SIGMA 15 (2019), 056, 30 pages      arXiv:1812.04511

Invariant Nijenhuis Tensors and Integrable Geodesic Flows

Konrad Lompert a and Andriy Panasyuk b
a) Faculty of Mathematics and Information Science, Warsaw University of Technology, ul. Koszykowa 75, 00-662 Warszawa, Poland
b) Faculty of Mathematics and Computer Science, University of Warmia and Mazury, ul. Słoneczna 54, 10-710 Olsztyn, Poland

Received December 19, 2018, in final form August 02, 2019; Published online August 07, 2019

We study invariant Nijenhuis $(1,1)$-tensors on a homogeneous space $G/K$ of a reductive Lie group $G$ from the point of view of integrability of a Hamiltonian system of differential equations with the $G$-invariant Hamiltonian function on the cotangent bundle $T^*(G/K)$. Such a tensor induces an invariant Poisson tensor $\Pi_1$ on $T^*(G/K)$, which is Poisson compatible with the canonical Poisson tensor $\Pi_{T^*(G/K)}$. This Poisson pair can be reduced to the space of $G$-invariant functions on $T^*(G/K)$ and produces a family of Poisson commuting $G$-invariant functions. We give, in Lie algebraic terms, necessary and sufficient conditions of the completeness of this family.
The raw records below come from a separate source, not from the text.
def _join_seams(kappa, source, station, width, bound) -> np.ndarray:
    """``kappa`` pieced from several estimates (``source`` per station: 0 the adaptive one,
    else lines or candidates) made continuous where the adaptive estimate meets another.

    At such a seam the two estimates of the same curvature differ by as much as they may (the
    bound covers both), but a jump between them reads as a rate the road does not have: an RTK
    log's clothoid line run 3 m past its joint into an arc jumped by 4.3e-4 1/m over one step,
    a rate of -4.6e-4 1/m^2 against the road's 0 and 1.4e-4, which the lateral jerk bound then
    spread over the arc (tests/test_lateral_rate_spread.py). The adaptive side, whose spread
    already admits a change that far, takes the jump instead, tapering it linearly to nothing
    over its spread width ``width`` from the seam, and never beyond ``bound`` (the line's value
    may lie outside the bound the adaptive side's station has: a line run past its joint).
    """
    seams = np.flatnonzero((source[:-1] != source[1:]) & ((source[:-1] == 0) | (source[1:] == 0)))
    if seams.size == 0:
        return kappa
    out = kappa.copy()
    # each adaptive station's run of adaptive stations, [first, end): a taper stays in its run
    change = np.flatnonzero(np.diff((source == 0).astype(np.int8))) + 1
    first = np.concatenate(([0], change))
    end = np.concatenate((change, [station.size]))
    run = np.searchsorted(first, np.arange(station.size), side="right") - 1
    ds = float(station[1] - station[0])
    for i in seams.tolist():
        a, other = (i + 1, i) if source[i] else (i, i + 1)   # the adaptive side's node, the other's
        reach = max(float(width[a]), ds)
        if a > other:
            at = slice(a, min(int(end[run[a]]), int(np.searchsorted(
                station, station[a] + reach, side="right"))))
            d = station[at] - station[a]
        else:
            at = slice(max(int(first[run[a]]), int(np.searchsorted(
                station, station[a] - reach, side="left"))), a + 1)
            d = station[a] - station[at]
        out[at] += (kappa[other] - kappa[a]) * np.clip(1.0 - d / reach, 0.0, 1.0)
    return np.where(source == 0, np.clip(out, -bound, bound), out)


def _kink_reach(rebuilt, station) -> np.ndarray:
    """At every station, how far the nearest kink of the reconstruction within its own reach
    may be off (metres; 0 away from kinks): a change of rate the lines place there may lie that
    far either way. An RTK log at 20 Hz put a clothoid's end on an arc 1.75 m early, the
    crossing known to 4.5 m; read as exact, the lateral jerk bound let the plan accelerate
    before the real joint (1.08 of the bound on the road).

    A kink placed to within a station step keeps its place, as before: the chord rate of the
    step it lies in already mixes the two sides, while spreading the rates two steps either way
    (the rate range's reach, :func:`curvespeed.lateral_rates.spread_rate_range`) cost 0.2 % of
    time on exact points, whose kinks the lines place to 0.2-0.4 m."""
    out = np.zeros(station.size)
    ds = float(station[1] - station[0])
    for b, r in zip(rebuilt.breaks_m[~rebuilt.step], rebuilt.reach_m[~rebuilt.step]):
        if r <= ds:
            continue
        near = np.abs(station - b) <= r
        out[near] = np.maximum(out[near], r)
    return out


def _line_rate_margin(rebuilt, station) -> np.ndarray:
    """At every station, how far the rate of its element's line may be off (1/m^2; see
    :class:`CurvatureEstimate`): ``2 GAMMA`` times the largest standard deviation of the line's
    curvature, plus 4 times the height ``d`` of the departure from the line beyond noise that
    the fine scale reads on the element (``Reconstruction.hidden_level``), over the element's
    length ``L``.

    A kink the line hides in the middle of its element, rates ``s1`` and ``s2`` either side,
    departs from the line by ``d = |s1 - s2| L / 8`` at the most and is fitted at the mean rate,
    off by ``4 d / L`` from each side's. Off the middle (computed for a line fitted across one
    kink at any place) ``4 d / L`` still covers the longer side's rate; the shorter side's rate
    may be off by more, over a stretch shorter than half the element, where the departure
    itself is larger than ``d`` (up to 7 times at a tenth of the element): not covered. An RTK
    log at 2 Hz read a R 100 m arc and the 50 m clothoid after it as one line of rate 1.53e-4
    1/m^2 against the clothoid's 2.0e-4 (84 m), and the lateral jerk bound let the plan through
    the clothoid 4.6 % over it on the road.
    """
    edges = np.concatenate(([station[0]], rebuilt.breaks_m, [station[-1]]))
    element = np.clip(np.searchsorted(edges, station, side="right") - 1, 0, edges.size - 2)
    largest = np.zeros(edges.size - 1)
    np.maximum.at(largest, element, rebuilt.sd)
    level = np.zeros(edges.size - 1)
    if rebuilt.hidden_level is not None:
        np.maximum.at(level, element, rebuilt.hidden_level)
    length = np.maximum(np.diff(edges), station[1] - station[0])
    return (2.0 * GAMMA * largest[element] + 4.0 * level[element]) / length[element]


def _reconstruction(fine, u_points, values, weight, u_nodes, station):
    """The piecewise-linear curvature of the design alignment (:mod:`.alignment`) read from the
    scale ``fine`` (its replicates kept), with the steps its points confirm; or None."""
    deltas = np.hstack(fine.deltas)
    spread = median(fine.width)
    rebuilt = reconstruct(station, fine.kappa, deltas, spread, GAMMA)
    if rebuilt is None:
        return None
    scale = FineScale(fine.system, fine.rho, fine.d1, fine.d2, fine.kappa,
                      np.sqrt(np.mean(deltas**2, axis=1)), spread)
    return rebuilt, confirm_steps(rebuilt, scale, u_points, values, weight, u_nodes, station,
                                  GAMMA)


def _ringing(rebuilt, kappa, station, width) -> np.ndarray:
    """Stations within ``width`` (the adaptive estimate's spread) of a break of the
    reconstruction where the adaptive estimate ``kappa`` lies beyond the element's line on the
    side away from the next element's curvature: a smoother overshoots so before a change of
    slope (it rings), while a line run past a break placed late has the road, and the estimate,
    already on their way toward the next element's values."""
    breaks = np.asarray(rebuilt.breaks_m, dtype=float)
    if breaks.size == 0:
        return np.zeros(station.size, dtype=bool)
    at = np.clip(np.searchsorted(breaks, station), 1, breaks.size)
    nearest = np.where(np.abs(station - breaks[at - 1])
                       <= np.abs(station - breaks[np.minimum(at, breaks.size - 1)]),
                       breaks[at - 1], breaks[np.minimum(at, breaks.size - 1)])
    across = np.interp(2.0 * nearest - station, station, rebuilt.kappa)     # mirrored
    away = np.sign(kappa - rebuilt.kappa) * np.sign(across - rebuilt.kappa) < 0
    return away & (np.abs(station - nearest) <= width)


def _trusted(rebuilt, kappa, sd, width, station) -> np.ndarray:
    """Stations whose element of the reconstruction agrees with the adaptive estimate.

    An element is trusted when, at every station of it farther from its ends than twice the
    adaptive estimate's own spread (which blurs the breaks and rings beyond them), the two agree within GAMMA times their
    combined standard deviations, and at least a quarter of it (and 5 stations) lies that far
    from its ends; or, for an element too short for that, when the fine estimate follows its
    line within its own, small, uncertainty (``Reconstruction.follows``). A road that is not made
    of such elements (a driven line, a curve the fine scale cannot resolve) keeps the adaptive
    estimate."""
    edges = np.concatenate(([station[0] - 1.0], rebuilt.breaks_m, [station[-1] + 1.0]))
    element = np.searchsorted(edges, station, side="right") - 1
    start, end = edges[element], edges[element + 1]
    inside = (station - start > 2 * width) & (end - station > 2 * width)   # its ringing too
    disagree = inside & (np.abs(rebuilt.kappa - kappa) > GAMMA * (rebuilt.sd + sd))
    n_elements = edges.size - 1
    checked = np.bincount(element[inside], minlength=n_elements)
    total = np.bincount(element, minlength=n_elements)
    # an element too short to be compared away from its ends is not trusted either
    trusted = (checked >= np.maximum(5, 0.25 * total)) & (np.bincount(
        element[disagree], minlength=n_elements) == 0)
    # too short to compare, but the fine estimate follows its line closely and precisely
    return trusted[element] | (rebuilt.follows & ~np.isin(element, distinct(element[disagree])))


def _null_space_estimate(fit, u_points, weight, u_nodes, noise) -> CurvatureEstimate:
    """Curvature of a null-space fit and its spread over the noise replicates' own such fits."""
    d1, d2 = fit.spline(u_nodes, nu=1), fit.spline(u_nodes, nu=2)
    kappa = cross(d1, d2) / np.hypot(d1[:, 0], d1[:, 1]) ** 3
    null_ss, null_fit = null_space_fit(u_points, noise, weight, fit.span, fit.periodic)
    pert = null_space_spline(null_fit, null_ss, null_ss, fit.span, fit.periodic,
                             fit.n_intervals).spline
    e1 = pert(u_nodes, nu=1).reshape(u_nodes.size, 2, -1)
    e2 = pert(u_nodes, nu=2).reshape(u_nodes.size, 2, -1)
    p1, p2 = d1[:, :, None] + e1, d2[:, :, None] + e2
    varied = cross(p1, p2) / np.hypot(p1[:, 0], p1[:, 1]) ** 3
    sd = np.sqrt(np.mean((varied - kappa[:, None]) ** 2, axis=1))
    zero = np.zeros(u_nodes.size)
    return CurvatureEstimate(kappa, sd, np.abs(kappa) + GAMMA * sd, zero,
                             zero.astype(np.intp))


def _choose_scales(kappa, sd, width, station) -> np.ndarray:
    """Intersection of confidence intervals, then no coarse choice within reach of a finer."""
    n_levels, n = kappa.shape
    lo = kappa[0] - GAMMA * sd[0]
    hi = kappa[0] + GAMMA * sd[0]
    alive = np.ones(n, dtype=bool)
    chosen = np.zeros(n, dtype=np.intp)
    for level in range(1, n_levels):
        lo = np.maximum(lo, kappa[level] - GAMMA * sd[level])
        hi = np.minimum(hi, kappa[level] + GAMMA * sd[level])
        alive &= lo <= hi
        chosen[alive] = level
    # a station within the spread width of a finer choice takes that finer choice
    final = np.full(n, n_levels - 1, dtype=np.intp)
    for level in range(n_levels):
        at = chosen <= level
        if not at.any():
            continue
        reach = _reach_mask(at, station, width[level])
        final[reach & (final > level)] = level
    return final


def _ramp(level: np.ndarray, station: np.ndarray, ramp_m: float,
          compiled: bool = True) -> np.ndarray:
    """The largest function below ``level`` that changes by at most one per ``ramp_m`` metres
    (a lower envelope of cones, by a forward and a backward pass): by the compiled twin
    (``_scale_ramp.c``, where it was built, unless ``compiled`` is False) or by the Python
    loop, its reference."""
    steps = np.diff(station) / max(ramp_m, 1e-9)
    if compiled and _scale_ramp is not None:
        out = np.array(level, dtype=float)
        _scale_ramp.ramp(out, np.ascontiguousarray(steps, dtype=float), out.size)
        return out
    # on Python floats: the same arithmetic as on numpy's scalars, four times faster
    out = level.astype(float).tolist()
    step = steps.tolist()
    for i in range(1, len(out)):
        out[i] = min(out[i], out[i - 1] + step[i - 1])
    for i in range(len(out) - 2, -1, -1):
        out[i] = min(out[i], out[i + 1] + step[i])
    return np.array(out)


def _reach_mask(mask, station, width) -> np.ndarray:
    """Stations within ``width`` (per station of the mask) of a station where ``mask`` holds."""
    idx = np.flatnonzero(mask)
    lo = np.searchsorted(station, station[idx] - width[idx], side="left")
    hi = np.searchsorted(station, station[idx] + width[idx], side="right")
    cover = np.zeros(station.size + 1, dtype=np.int64)
    np.add.at(cover, lo, 1)
    np.add.at(cover, hi, -1)
    return np.cumsum(cover[:-1]) > 0
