def _curve_check(c: int, nodes: np.ndarray, j: int, radius: float, problem: SpeedProblem,
                 geometry: Geometry, v: np.ndarray, b: np.ndarray, use: dict,
                 ceiling_b: np.ndarray, a_brake: float,
                 design: DesignCriterion | None) -> CurveCheck:
    """Per-curve figures (violations and worst use are filled in by the caller)."""
    lim = problem.limits
    g = lim.gravity_mps2
    s = geometry.station_m
    closed = geometry.closed
    m = s.size - 1 if closed else s.size
    e = float(problem.sin_bank[j] / problem.cos_bank[j])
    a_lat = float(problem.felt_lateral(b[j], j))
    f = float(side_friction_demand(v[j], radius, e, g))
    limit_v = math.sqrt(ceiling_b[j])
    first = int(nodes[0])
    approach = (first - 1) % m if closed else max(first - 1, 0)
    available = float(s[j] - s[approach])
    if available < 0.0:
        available += geometry.length_m
    v_app = float(v[approach])
    needed = max(v_app * v_app - limit_v * limit_v, 0.0) / (2.0 * a_brake)
    peaks = [float(np.max(use[name][nodes])) for name in ("friction_ellipse", "comfort_ellipse",
                                                          "power", "jerk") if name in use]
    return CurveCheck(
        number=c + 1, start_m=float(s[first]), end_m=float(s[nodes[-1]]),
        length_m=_extent_m(nodes, geometry),
        direction="left" if geometry.curvature_1pm[j] > 0 else "right",
        min_radius_m=radius, tightest_station_m=float(s[j]), superelevation=e,
        speed_mps=float(v[j]), lateral_accel_mps2=a_lat, side_friction_demand=f,
        friction_margin=lim.mu_lat - f, comfort_margin_mps2=lim.max_lateral_accel_mps2 - a_lat,
        friction_use=float(np.max(use["friction_ellipse"][nodes])),
        comfort_use=float(np.max(use["comfort_ellipse"][nodes])),
        limit_speed_mps=limit_v, approach_speed_mps=v_app,
        braking_distance_needed_m=needed, braking_distance_available_m=available,
        brake_ok=True, meets_min_radius=None if design is None else design.passes(radius),
        advisory=ball_bank_advisory(radius, e, g), violations=(), worst_use=max(peaks))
As an application we prove Liouville integrability in the class of analytic integrals polynomial in momenta of the geodesic flow on two series of homogeneous spaces $G/K$ of compact Lie groups $G$ for two kinds of metrics: the normal metric and new classes of metrics related to decomposition of $G$ to two subgroups $G=G_1\cdot G_2$, where $G/G_i$ are symmetric spaces, $K=G_1\cap G_2$.

Key words: bi-Hamiltonian structures; integrable systems; homogeneous spaces; Lie algebras; Liouville integrability.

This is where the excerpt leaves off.